Records START

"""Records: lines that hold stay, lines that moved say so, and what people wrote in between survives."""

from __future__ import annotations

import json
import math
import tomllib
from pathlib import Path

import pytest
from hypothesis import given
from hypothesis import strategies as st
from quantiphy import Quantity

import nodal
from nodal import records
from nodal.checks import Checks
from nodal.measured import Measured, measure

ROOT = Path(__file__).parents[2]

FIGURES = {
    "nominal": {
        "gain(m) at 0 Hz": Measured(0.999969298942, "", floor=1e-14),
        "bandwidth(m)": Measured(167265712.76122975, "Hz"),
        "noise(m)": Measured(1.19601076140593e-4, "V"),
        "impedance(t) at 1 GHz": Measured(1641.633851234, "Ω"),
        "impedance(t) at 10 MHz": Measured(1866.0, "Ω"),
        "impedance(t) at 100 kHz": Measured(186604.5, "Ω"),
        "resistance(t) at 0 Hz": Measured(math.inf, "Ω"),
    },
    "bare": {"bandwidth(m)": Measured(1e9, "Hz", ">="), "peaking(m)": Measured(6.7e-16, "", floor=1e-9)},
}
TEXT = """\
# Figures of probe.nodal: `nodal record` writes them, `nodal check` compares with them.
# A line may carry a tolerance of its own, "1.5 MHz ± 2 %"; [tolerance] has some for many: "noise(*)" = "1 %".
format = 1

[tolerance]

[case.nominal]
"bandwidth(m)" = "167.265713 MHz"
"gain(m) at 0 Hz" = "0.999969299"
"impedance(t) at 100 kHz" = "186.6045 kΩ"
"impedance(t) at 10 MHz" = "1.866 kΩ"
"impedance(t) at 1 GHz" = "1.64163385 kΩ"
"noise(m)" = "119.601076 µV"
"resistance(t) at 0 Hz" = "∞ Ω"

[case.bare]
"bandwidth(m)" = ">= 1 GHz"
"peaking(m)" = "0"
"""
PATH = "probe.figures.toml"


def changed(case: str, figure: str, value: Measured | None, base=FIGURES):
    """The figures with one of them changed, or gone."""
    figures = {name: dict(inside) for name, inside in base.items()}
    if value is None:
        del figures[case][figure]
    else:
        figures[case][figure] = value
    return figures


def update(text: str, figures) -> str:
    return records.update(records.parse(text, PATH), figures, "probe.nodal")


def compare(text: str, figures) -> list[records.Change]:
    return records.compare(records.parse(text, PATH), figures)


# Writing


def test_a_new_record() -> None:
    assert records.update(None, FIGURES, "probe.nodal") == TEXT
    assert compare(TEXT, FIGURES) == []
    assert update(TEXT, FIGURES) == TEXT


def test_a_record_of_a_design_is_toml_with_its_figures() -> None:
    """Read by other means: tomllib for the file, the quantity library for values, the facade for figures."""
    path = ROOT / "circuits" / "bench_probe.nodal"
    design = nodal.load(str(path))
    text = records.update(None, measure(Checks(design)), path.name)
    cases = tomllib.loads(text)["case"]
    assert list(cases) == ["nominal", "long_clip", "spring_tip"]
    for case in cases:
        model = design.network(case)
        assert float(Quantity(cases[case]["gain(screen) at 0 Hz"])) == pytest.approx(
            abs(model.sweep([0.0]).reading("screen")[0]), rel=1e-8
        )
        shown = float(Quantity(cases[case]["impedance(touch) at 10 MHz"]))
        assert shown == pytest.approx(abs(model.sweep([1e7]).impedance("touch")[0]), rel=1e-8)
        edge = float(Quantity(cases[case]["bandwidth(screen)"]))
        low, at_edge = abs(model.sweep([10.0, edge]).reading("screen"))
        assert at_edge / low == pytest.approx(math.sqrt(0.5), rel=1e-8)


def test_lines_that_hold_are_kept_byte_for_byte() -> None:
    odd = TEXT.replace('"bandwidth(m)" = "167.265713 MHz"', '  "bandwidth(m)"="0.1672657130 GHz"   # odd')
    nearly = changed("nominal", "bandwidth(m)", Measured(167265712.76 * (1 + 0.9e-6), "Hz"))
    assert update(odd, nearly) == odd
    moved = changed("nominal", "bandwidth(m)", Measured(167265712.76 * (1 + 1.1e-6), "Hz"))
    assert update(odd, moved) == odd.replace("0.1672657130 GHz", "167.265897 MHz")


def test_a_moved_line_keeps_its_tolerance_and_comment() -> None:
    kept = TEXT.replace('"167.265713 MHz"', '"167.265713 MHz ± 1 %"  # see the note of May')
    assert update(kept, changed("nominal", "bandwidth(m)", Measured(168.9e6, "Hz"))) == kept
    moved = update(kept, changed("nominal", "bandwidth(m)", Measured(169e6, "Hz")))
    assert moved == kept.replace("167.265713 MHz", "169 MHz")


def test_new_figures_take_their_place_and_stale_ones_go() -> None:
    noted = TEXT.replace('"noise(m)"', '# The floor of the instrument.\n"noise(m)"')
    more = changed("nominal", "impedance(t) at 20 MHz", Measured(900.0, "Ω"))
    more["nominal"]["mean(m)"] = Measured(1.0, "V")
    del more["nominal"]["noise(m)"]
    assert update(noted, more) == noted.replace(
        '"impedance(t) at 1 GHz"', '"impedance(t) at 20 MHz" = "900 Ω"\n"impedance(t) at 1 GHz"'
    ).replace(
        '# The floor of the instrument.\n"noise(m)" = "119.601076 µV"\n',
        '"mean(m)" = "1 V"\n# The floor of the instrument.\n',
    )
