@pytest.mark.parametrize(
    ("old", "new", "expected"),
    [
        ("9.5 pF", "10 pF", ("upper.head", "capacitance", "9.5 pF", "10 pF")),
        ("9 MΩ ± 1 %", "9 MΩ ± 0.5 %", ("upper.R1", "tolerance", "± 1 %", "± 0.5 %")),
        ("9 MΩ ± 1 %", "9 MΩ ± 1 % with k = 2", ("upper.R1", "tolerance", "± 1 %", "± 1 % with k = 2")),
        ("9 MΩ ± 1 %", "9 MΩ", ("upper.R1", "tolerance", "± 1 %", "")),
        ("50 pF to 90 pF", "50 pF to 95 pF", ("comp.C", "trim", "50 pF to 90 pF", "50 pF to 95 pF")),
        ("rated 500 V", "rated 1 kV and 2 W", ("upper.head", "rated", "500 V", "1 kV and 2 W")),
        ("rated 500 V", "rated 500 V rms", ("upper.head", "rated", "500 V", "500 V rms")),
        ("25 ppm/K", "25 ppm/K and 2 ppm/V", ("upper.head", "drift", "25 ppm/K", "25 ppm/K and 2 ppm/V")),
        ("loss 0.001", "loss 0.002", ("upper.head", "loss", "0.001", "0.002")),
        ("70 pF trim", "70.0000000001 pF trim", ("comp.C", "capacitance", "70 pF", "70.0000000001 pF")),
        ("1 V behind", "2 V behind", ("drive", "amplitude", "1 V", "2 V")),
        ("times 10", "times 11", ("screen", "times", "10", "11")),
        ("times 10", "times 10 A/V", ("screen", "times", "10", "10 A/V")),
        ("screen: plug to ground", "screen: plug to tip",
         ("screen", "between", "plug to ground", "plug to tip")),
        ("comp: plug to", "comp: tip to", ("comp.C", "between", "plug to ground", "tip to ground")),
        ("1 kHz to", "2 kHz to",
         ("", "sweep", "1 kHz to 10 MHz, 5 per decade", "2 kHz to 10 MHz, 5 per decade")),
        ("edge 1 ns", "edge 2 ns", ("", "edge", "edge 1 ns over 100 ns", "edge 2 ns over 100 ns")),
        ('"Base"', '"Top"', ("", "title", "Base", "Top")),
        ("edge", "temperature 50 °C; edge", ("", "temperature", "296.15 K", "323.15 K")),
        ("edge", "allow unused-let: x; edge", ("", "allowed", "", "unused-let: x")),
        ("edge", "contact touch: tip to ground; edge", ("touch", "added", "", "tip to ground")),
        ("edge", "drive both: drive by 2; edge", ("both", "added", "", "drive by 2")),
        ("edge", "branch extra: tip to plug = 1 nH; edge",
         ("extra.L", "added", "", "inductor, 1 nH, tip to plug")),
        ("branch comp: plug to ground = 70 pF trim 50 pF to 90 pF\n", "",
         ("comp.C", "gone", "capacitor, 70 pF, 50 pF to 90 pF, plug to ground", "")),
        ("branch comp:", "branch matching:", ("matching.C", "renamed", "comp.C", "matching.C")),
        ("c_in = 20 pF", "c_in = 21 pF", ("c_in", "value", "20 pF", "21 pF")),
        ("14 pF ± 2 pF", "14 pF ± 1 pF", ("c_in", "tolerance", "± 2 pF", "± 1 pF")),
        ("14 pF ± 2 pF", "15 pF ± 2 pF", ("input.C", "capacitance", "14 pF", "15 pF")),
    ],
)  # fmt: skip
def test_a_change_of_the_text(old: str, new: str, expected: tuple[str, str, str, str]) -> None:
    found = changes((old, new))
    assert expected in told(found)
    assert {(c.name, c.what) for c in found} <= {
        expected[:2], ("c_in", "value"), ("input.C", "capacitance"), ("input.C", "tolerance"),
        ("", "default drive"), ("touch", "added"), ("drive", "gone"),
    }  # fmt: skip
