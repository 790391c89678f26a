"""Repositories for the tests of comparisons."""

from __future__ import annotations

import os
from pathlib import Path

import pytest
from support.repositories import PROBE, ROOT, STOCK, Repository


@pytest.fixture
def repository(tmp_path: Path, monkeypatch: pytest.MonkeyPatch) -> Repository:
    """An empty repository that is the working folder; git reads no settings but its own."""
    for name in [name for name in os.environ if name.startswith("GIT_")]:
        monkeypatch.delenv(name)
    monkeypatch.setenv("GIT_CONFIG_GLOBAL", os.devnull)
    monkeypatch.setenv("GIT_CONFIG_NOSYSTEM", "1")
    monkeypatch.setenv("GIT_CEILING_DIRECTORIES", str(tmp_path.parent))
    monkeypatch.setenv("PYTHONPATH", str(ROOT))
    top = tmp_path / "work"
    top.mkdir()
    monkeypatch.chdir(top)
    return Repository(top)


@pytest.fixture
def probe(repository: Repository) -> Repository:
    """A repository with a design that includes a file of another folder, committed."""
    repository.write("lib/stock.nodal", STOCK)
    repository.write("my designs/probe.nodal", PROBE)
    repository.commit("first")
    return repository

Records END

What is needed:
Beginning with the line that has "1 ns over 100" and ending with the line that has "def repository(tmp_path: Path, monkeypatch: pytest.MonkeyPatch)", set down the lines above exactly and include no others.

Exercise solution:
        ("edge 1 ns", "edge 2 ns", ("", "edge", "edge 1 ns over 100 ns", "edge 2 ns over 100 ns")),
        ('"Base"', '"Top"', ("", "title", "Base", "Top")),
        ("edge", "temperature 50 °C; edge", ("", "temperature", "296.15 K", "323.15 K")),
        ("edge", "allow unused-let: x; edge", ("", "allowed", "", "unused-let: x")),
        ("edge", "contact touch: tip to ground; edge", ("touch", "added", "", "tip to ground")),
        ("edge", "drive both: drive by 2; edge", ("both", "added", "", "drive by 2")),
        ("edge", "branch extra: tip to plug = 1 nH; edge",
         ("extra.L", "added", "", "inductor, 1 nH, tip to plug")),
        ("branch comp: plug to ground = 70 pF trim 50 pF to 90 pF\n", "",
         ("comp.C", "gone", "capacitor, 70 pF, 50 pF to 90 pF, plug to ground", "")),
        ("branch comp:", "branch matching:", ("matching.C", "renamed", "comp.C", "matching.C")),
        ("c_in = 20 pF", "c_in = 21 pF", ("c_in", "value", "20 pF", "21 pF")),
        ("14 pF ± 2 pF", "14 pF ± 1 pF", ("c_in", "tolerance", "± 2 pF", "± 1 pF")),
        ("14 pF ± 2 pF", "15 pF ± 2 pF", ("input.C", "capacitance", "14 pF", "15 pF")),
    ],
)  # fmt: skip
def test_a_change_of_the_text(old: str, new: str, expected: tuple[str, str, str, str]) -> None:
    found = changes((old, new))
    assert expected in told(found)
    assert {(c.name, c.what) for c in found} <= {
        expected[:2], ("c_in", "value"), ("input.C", "capacitance"), ("input.C", "tolerance"),
        ("", "default drive"), ("touch", "added"), ("drive", "gone"),
    }  # fmt: skip
repository 790391c89678f26a
"""Repositories for the tests of comparisons."""

from __future__ import annotations

import os
from pathlib import Path

import pytest
from support.repositories import PROBE, ROOT, STOCK, Repository


@pytest.fixture
def repository(tmp_path: Path, monkeypatch: pytest.MonkeyPatch) -> Repository:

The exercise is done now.